Gamifying the university welcome and its benefits
Gamification involves applying game elements to non-game activities to motivate, engage, and reward participation. This improves students’ emotional experience:
- Increased participation: Students are more likely to attend talks, workshops, or introductory activities when there are challenges and rewards.
- Reduced anxiety and faster adjustment: Facing university life can be overwhelming; games and playful activities help break the ice and build confidence.
- Promoting a sense of belonging: When students collaborate, compete in a healthy way, or celebrate achievements together, they begin to feel part of the community.
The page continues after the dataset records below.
// ferrum_demo_gen: writes the large, generated part of the demo site's data.
//
//   ferrum_demo_gen OUTDIR
//
// The fleet is the invented Tarrenvale Electricity Board (see README.md in
// this folder). The generator writes, per party folder under OUTDIR:
//   quorlan_labs/       oil-lab history, one file per unit (10-19 years)
//   lanterfield_thermo/ three infrared surveys, one file per survey
//   brevitt_field/      yearly inspections 2018-2026, one file per site and year
//   teb_planning/       one year of 15-minute load per unit (35 040 rows each)
// The units register, the sparse unit's single sample, the follow-up files and
// the deliberately broken files are committed under demo-site/drops/ instead.
//
// Deterministic: every random stream is a splitmix64 seeded from a fixed
// constant and the stream's name (unit id + purpose), normal deviates come
// from the Irwin-Hall sum of twelve uniforms (plain arithmetic, so the bytes
// do not depend on a library's distribution code), and nothing reads a clock.
// Each file is written to ".<name>.tmp" in its folder and renamed into place,
// as the drop contract asks of every deliverer.
//
// The unit table below must agree with drops/teb_planning/units-register.csv;
// the storylines it encodes are listed in storylines.tsv and README.md.
#include <algorithm>
#include <array>
#include <cmath>
#include <cstdint>
#include <cstdio>
#include <filesystem>
#include <string>
#include <string_view>
#include <vector>

#include "analytics/calendar.h"

namespace {

namespace fs = std::filesystem;

// ---------------------------------------------------------------- calendar
// Day arithmetic comes from ferrum's analytics library (analytics/calendar.h).
using ferrum::analytics::civil_from_days;
using ferrum::analytics::CivilDate;
using ferrum::analytics::Day;
using ferrum::analytics::days_from_civil;
using ferrum::analytics::format_day;  // "YYYY-MM-DD"
using ferrum::analytics::weekday_of;  // 0 = Monday

// Fraction of the year, 0 at 1 January.
double year_phase(Day day) {
  const CivilDate c = civil_from_days(day);
  return (day - days_from_civil(c.year, 1, 1)) / 365.25;
}

constexpr double kPi = 3.14159265358979323846;
const Day kAsOf = days_from_civil(2026, 11, 30);  // the demo's "today"

// ---------------------------------------------------------------- random
class Rng {
 public:
  explicit Rng(std::uint64_t seed) : state_(seed) {}
  std::uint64_t next() {  // splitmix64 (Steele, Lea, Flood 2014)
    std::uint64_t z = (state_ += 0x9E3779B97F4A7C15ULL);
    z = (z ^ (z >> 30)) * 0xBF58476D1CE4E5B9ULL;
    z = (z ^ (z >> 27)) * 0x94D049BB133111EBULL;
    return z ^ (z >> 31);
  }
  double uniform() { return static_cast<double>(next() >> 11) * 0x1.0p-53; }
  // Approximately standard normal (Irwin-Hall, |x| <= 6).
  double normal() {
    double s = 0;
    for (int i = 0; i < 12; ++i) s += uniform();
    return s - 6.0;
  }

 private:
  std::uint64_t state_;
};

// One independent stream per (subject, purpose), so that changing one unit's
// data never shifts another's.
Rng stream(std::string_view subject, std::string_view purpose) {
  std::uint64_t h = 0xCBF29CE484222325ULL;  // FNV-1a 64
  auto mix = [&h](std::string_view s) {
    for (unsigned char ch : s) h = (h ^ ch) * 0x100000001B3ULL;
  };
  mix(subject);
  mix("/");
  mix(purpose);
  return Rng(h ^ 0x7E55A11E2026ULL);  // fixed demo seed
}

// ---------------------------------------------------------------- output
// Collects a file in memory; commit() writes ".<name>.tmp" and renames it.
class DropFile {
 public:
  DropFile(fs::path dir, std::string name) : dir_(std::move(dir)), name_(std::move(name)) {}
  void line(const std::string& s) {
    text_ += s;
    text_ += '\n';
  }
  bool commit() const {
    const fs::path tmp = dir_ / ("." + name_ + ".tmp");
    std::FILE* f = std::fopen(tmp.c_str(), "wb");
    if (!f) return false;
    const bool ok = std::fwrite(text_.data(), 1, text_.size(), f) == text_.size();
    if (std::fclose(f) != 0 || !ok) return false;
    std::error_code ec;
    fs::rename(tmp, dir_ / name_, ec);
    return !ec;
  }

 private:
  fs::path dir_;
  std::string name_;
  std::string text_;
};

std::string num(double v, int decimals) {
  char buf[32];
  std::snprintf(buf, sizeof buf, "%.*f", decimals, v);
  // "-0.0" is a rounding artefact, not a sign.
  if (buf[0] == '-' && std::string_view(buf + 1).find_first_not_of("0.") == std::string_view::npos)
    return buf + 1;
  return buf;
}

// ---------------------------------------------------------------- the fleet
enum class LoadShape { residential, commercial, industrial };

struct Gases {
  double h2 = 0, ch4 = 0, c2h6 = 0, c2h4 = 0, c2h2 = 0, co = 0, co2 = 0;
};

struct OilQuality {
  double moisture = 0;      // mg/kg at about 40 °C oil temperature
  double breakdown = 0;     // kV, ASTM D1816 2 mm equivalent
  double acidity = 0;       // mg KOH/g
  double ift = 0;           // mN/m
  double pf25 = 0;          // %
  double pf100 = 0;         // %
  double color = 0;         // ASTM D1500
};

struct Site {
  const char* code;
  double mean_c;            // annual mean ambient, °C
  double season_amp_k;      // half the summer-winter swing of daily means
  double day_amp_k;         // half the day-night swing in midsummer
};

// Sites share one ambient series per site (units in one yard see the same air).
const std::array<Site, 5> kSites = {{
    {"CRW", 10.5, 9.0, 5.5},   // Corrowby Grid: open farmland
    {"VNM", 9.5, 9.0, 5.0},    // Vantmoor: upland moor, cooler
    {"PLW", 12.0, 10.5, 6.0},  // Pellowick: sheltered inland valley, hottest summers
    {"OSB", 11.0, 9.0, 5.5},   // Ostrel Bridge: river town
    {"TKQ", 11.5, 7.0, 3.5},   // Teskary Quay: coastal, mild
}};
Practical examples you can apply in your center
For gamification to be effective, challenges and activities should be clear, accessible, and recognizable. Here are some examples that work in practice:
- Campus orientation challenges with points and rewards: Students receive maps and clues to discover hidden corners of the campus, labs, and services. Each achievement translates into points that can then be redeemed for merchandise or privileges (for example, priority access to events).
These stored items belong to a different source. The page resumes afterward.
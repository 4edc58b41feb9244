import { NextResponse } from "next/server";
import { apiError, guardApi } from "@/lib/auth/guards";
import { getPeriod, updatePeriod } from "@/db/periods";
import { periodPatchSchema } from "@/components/quality/inputs";
import { knownError, pathId, readBody, userOnly } from "../../flags/_http";

export const dynamic = "force-dynamic";

/** GET /api/periods/{id} → { period } (the definition; exposure is at /api/periods/{id}/exposure). */
export async function GET(req: Request, ctx: { params: Promise<{ id: string }> }) {
  const who = await guardApi(req, "periods.read");
  if (who instanceof NextResponse) return who;
  const id = pathId((await ctx.params).id);
  if (id instanceof NextResponse) return id;
  const period = await getPeriod(id);
  if (!period) return apiError(404, `no period with id ${id}`, { field: "id" });
  return NextResponse.json({ period });
}

/**
 * PATCH /api/periods/{id} { any of name, startAt, endAt, runTypes, signalAcceptance, notes, blind } → { period }.
 * Setting blind from true to false is refused (409): unblinding is recorded on the limits page.
 */
export async function PATCH(req: Request, ctx: { params: Promise<{ id: string }> }) {
  const who = await guardApi(req, "periods.manage");
  if (who instanceof NextResponse) return who;
  const actorId = userOnly(who);
  if (actorId instanceof NextResponse) return actorId;
  const id = pathId((await ctx.params).id);
  if (id instanceof NextResponse) return id;
  const body = await readBody(req, periodPatchSchema);
  if (body instanceof NextResponse) return body;
  try {
    return NextResponse.json({ period: await updatePeriod(actorId, id, body) });
  } catch (err) {
    return knownError(err);
  }
}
- Games introducing the institution’s culture: Quizzes about the university’s history, values, or traditions. The best results are displayed on a friendly leaderboard, fostering pride and a connection to the institution.
- Friendly competitions among groups of new students: Quick-fire quizzes, creative team activities, or challenges on internal social networks that encourage collaboration and interaction from day one.
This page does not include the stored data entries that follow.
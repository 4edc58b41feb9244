/** Reads what the SMTP fake received (its HTTP listing), for tests that follow an e-mail. */
export const MAIL_FAKE_URL = process.env.MAIL_FAKE_URL ?? "http://127.0.0.1:2590";

export type FakeMail = { file: string; to: string; from: string; subject: string; date: string | null; text: string };

/** Every message received so far, newest first. */
export async function allMail(): Promise<FakeMail[]> {
  const res = await fetch(`${MAIL_FAKE_URL}/messages`);
  return (await res.json()) as FakeMail[];
}

/** Wait (up to timeoutMs) for a message to an address whose subject matches. */
export async function waitForMail(to: string, subject: RegExp = /.*/, timeoutMs = 10_000): Promise<FakeMail> {
  const deadline = Date.now() + timeoutMs;
  for (;;) {
    const found = (await allMail()).find((m) => m.to.includes(to) && subject.test(m.subject));
    if (found) return found;
    if (Date.now() > deadline) throw new Error(`no mail to ${to} matching ${subject} within ${timeoutMs} ms`);
    await new Promise((r) => setTimeout(r, 200));
  }
}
- Complementary digital gamification: Integration with the institution’s digital platforms, allowing students to track their progress and receive immediate feedback on their participation.
- Tangible or symbolic rewards: from digital badges to small gifts, including recognition on internal networks.
Gamifying the welcome process is not just entertaining: it helps create real connections, fosters engagement, and increases student retention from day one. Ultimately, what matters most isn’t points or rankings, but that students feel part of something, connected with their classmates, their faculty, and their institution.